Le marathon critique de Federico, suite et fin

Après vous avoir fait partagé ses coups de cœur pas récents, Federico is back again pour vous parler de livres qui on plus ou moins fait mouche dans sa vie de lecture, et ce au cours de ces derniers mois.

Commençons par le moins agréable, c’est à dire le crash de la mouche. Celle-ci n’a pas atteint son but et Federico est sorti de sa lecture avec une impression de « tout ça pour ça ? ». Mais, diantre, nous oublions le plus important : le titre du livre et son auteur ! Il s’agit de Quand le requin dort de Milena Agus. Cette auteur italienne (sarde plus précisément) a été révélée en France grâce aux éditions Liana Lévi. Encensée par la critique pour son style aérien et détaché, elle a laissé notre ami lapin sur le bord de l’autoroute littéraire.

Le style ? Notre ami rongeur s’attendait vraiment à avoir des papillons dans le ventre en lisant, à ressentir cette émotion propre aux écritures qui vous transportent.

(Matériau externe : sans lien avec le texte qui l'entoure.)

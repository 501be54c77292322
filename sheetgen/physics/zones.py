"""Everything about Brillouin zones in one place, and the bands of free electrons in an empty lattice."""

from __future__ import annotations

import numpy as np

from sheetgen.physics.bragg_planes import zone_occupation
from sheetgen.physics.lattices import vectors_within
from sheetgen.physics.polyhedra import Polyhedron, zone_polyhedron
from sheetgen.physics.zone_paths import Path, special_points, standard_path

__all__ = [
    "Path",
    "Polyhedron",
    "empty_lattice_bands",
    "special_points",
    "standard_path",
    "zone_occupation",
    "zone_polyhedron",
]

HBAR = 6.62607015e-34 / (2 * np.pi)  # J s, exact in the SI


def empty_lattice_bands(points: np.ndarray, basis: np.ndarray, mass: float, count: int) -> np.ndarray:
    """The lowest `count` energies ħ²|k+G|²/2m (P, count) in J, ascending, at wavevectors (P, 3).

    Rows of basis generate the G. Complete: every G that could give one of these energies is looked at.
    """
    points, basis = np.asarray(points, float), np.asarray(basis, float)
    farthest = np.linalg.norm(points, axis=1).max()
    radius = farthest + np.cbrt(count * abs(np.linalg.det(basis)))
    while True:
        vectors = vectors_within(basis, radius) @ basis
        if len(vectors) >= count:
            squares = np.sort(((points[:, None] + vectors) ** 2).sum(axis=-1), axis=1)[:, :count]
            if np.sqrt(squares[:, -1].max()) + farthest <= radius:
                return HBAR**2 * squares / (2 * mass)
        radius *= 1.3
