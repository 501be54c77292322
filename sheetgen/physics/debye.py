"""The lattice's share of the heat: Debye functions, heat capacity, the crossing with the electrons' share."""

from __future__ import annotations

import numpy as np

from sheetgen.physics.occupation import heat_capacity_ratio
from sheetgen.physics.phonon_integrals import scaled_bose_integral, scaled_transport_integral
from sheetgen.physics.quadrature import bracketed_root

# C_V/T of the Debye model rises up to here, in units of the Debye temperature, and falls from 0.27995 on.
_STEEPEST = 0.2799
# Where the crossing is not below that temperature it is looked for on a grid this fine in ln T.
_STEP = 0.02


def debye_function(order: int, x: np.ndarray) -> np.ndarray:
    """D_n(x) = (n/xⁿ) ∫₀ˣ sⁿ/(eˢ−1) ds for n = order ≥ 1, x ≥ 0; 1 at x = 0.

    M. Abramowitz and I. A. Stegun, Handbook of Mathematical Functions, sec. 27.1.
    """
    return order * scaled_bose_integral(order, x)


def debye_heat_ratio(temperature: np.ndarray, debye_temperature: np.ndarray) -> np.ndarray:
    """Heat capacity over its classical limit, C_V/3R per mole of atoms.

    P. Debye, Annalen der Physik 344, 789 (1912). From 0 at T = 0 to 1 at T ≫ θ without cancellation.
    """
    return 3 * scaled_transport_integral(4, ratio_of(debye_temperature, temperature))


def ratio_of(debye_temperature: np.ndarray, temperature: np.ndarray) -> np.ndarray:
    """θ/T, infinite at T = 0."""
    with np.errstate(divide="ignore", invalid="ignore", over="ignore"):
        return np.asarray(debye_temperature, float) / np.asarray(temperature, float)


def heat_crossover(
    fermi_temperature: np.ndarray,
    debye_temperature: np.ndarray,
    electrons_per_formula: np.ndarray,
    atoms_per_formula: np.ndarray,
) -> np.ndarray:
    """The lowest temperature above zero at which electrons and lattice have equal heat capacity, in K.

    NaN where the electrons' share is the larger at every temperature. C_el/T only falls, and up to 0.28 θ
    C_ph/T only rises, so a crossing below that is the only one there; others are found on a grid of 2 % in
    temperature, where two crossings nearer to each other than that pass as none.
    """
    scale, debye, share = np.broadcast_arrays(
        np.asarray(fermi_temperature, float) / np.asarray(debye_temperature, float),
        np.asarray(debye_temperature, float),
        np.asarray(electrons_per_formula, float) / (3 * np.asarray(atoms_per_formula, float)),
    )
    shape, scale, share = scale.shape, scale.ravel(), share.ravel()

    def excess(log_reduced: np.ndarray, where: np.ndarray) -> np.ndarray:
        reduced = np.exp(log_reduced)
        electrons = share[where] * heat_capacity_ratio(reduced / scale[where])
        return np.log(electrons / debye_heat_ratio(reduced, 1.0))

    with np.errstate(invalid="ignore", divide="ignore"):
        # The limiting laws cross at ten times the first bound; there, and far below T_F, electrons prevail.
        first = np.log(np.minimum(np.sqrt(5 * share / (8 * np.pi**2 * scale)), _STEEPEST) / 10)
        low = np.minimum(first, np.log(np.minimum(scale, 1.0)) - 3)
    low, high = _bracket(excess, low, np.full(low.shape, np.log(_STEEPEST)), scale)
    return debye * np.exp(bracketed_root(excess, low, high)).reshape(shape)


def _bracket(excess, low: np.ndarray, high: np.ndarray, scale: np.ndarray) -> tuple[np.ndarray, np.ndarray]:
    """Ends in ln(T/θ) around the lowest crossing; where there is none they enclose no change of sign."""
    every = np.arange(low.size)
    for index in np.flatnonzero(excess(high, every) > 0):
        top = np.log(max(scale[index], 1.0)) + 6
        grid = np.arange(high[index], top, _STEP)
        below = np.flatnonzero(excess(grid, np.full(grid.size, index)) <= 0)
        if below.size:
            low[index], high[index] = grid[below[0] - 1], grid[below[0]]
    return low, high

Ici, ben non, rien, encéphalogramme plat. Federico n’étant pas critique littéraire, il ne s’est pas trop posé de question sur cette absence d’émotions. Il a continué cette lecture – pourtant pas désagréable – qui l’a parfois mis mal à l’aise à cause de certains sujets et le détachement avec lesquels ils sont décrits dans le livre. Il aurait aimé s’attacher aux personnages hauts en couleur présents dans le roman mais il ne s’est rien passé de notable à ce niveau là non plus. Résultats des courses : Federico s’attendait à partager l’enthousiasme général pour cet auteur, mais cette déception confirme que la lecture est un acte infiniment personnel et que personne ne peut présenter un livre comme étant indiscutablement génial.

Bien, ça c’est fait. Maintenant que cette petite contrariété est évacuée, place à l’espoir et aux livres prometteurs que notre débordé lapin n’a pu qu’entamer. En cinquante pages, voici ce que notre ami lapin a pu flairer.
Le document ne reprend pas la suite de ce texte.